The Anne Frank tree will be removed today. In her diary, Anne made occasional references to the large chestnut tree, which she could see from the back window of her hiding place and which became a symbol for her of the natural world and the changing seasons.
The tree had been the centre of a battle through the world media and the Dutch courts to save it, since arborists warned that it was rotten to the core and on its way out. Funds were subscribed from around the world. But a storm on Monday blew it over, fortunately with no damage to life (though some to limb of course).
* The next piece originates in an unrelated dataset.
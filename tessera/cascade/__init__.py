"""The cascaded hierarchical model: image features, classifiers, stages and levels."""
Its removal is unlikely to affect interest in what is perhaps Amsterdam’s most visited tourist attraction. At almost any time of day the queue stretches around the corner. The house is in fact the Frank family’s former jam factory, and since when the family was betrayed and arrested all furniture was removed, there is little remaining there in the way of Anne Frank artifacts. But most moving I find the wallpaper in Anne’s bedroom, now preserved behind perspex, on which she’d posted photos of movie stars clipped from magazines, just as any teenage girl might do.The rest of the now extended building has very much the feel of a museum rather than a house, but the displays and videos tell a powerful story of courage and survival in the face of terrible fear and oppression. It is very well done, and recommended if you have time to wait in line.
Bits of bark and wood from the tree are now for sale on marktplaats.nl, an online website which is a Dutch rival to ebay. Oh dear – the age we live in!
STOP PRESS: The owners of the tree are planning to donate pieces to Jewish musea in New York, Tel Aviv, Berlin and Amsterdam.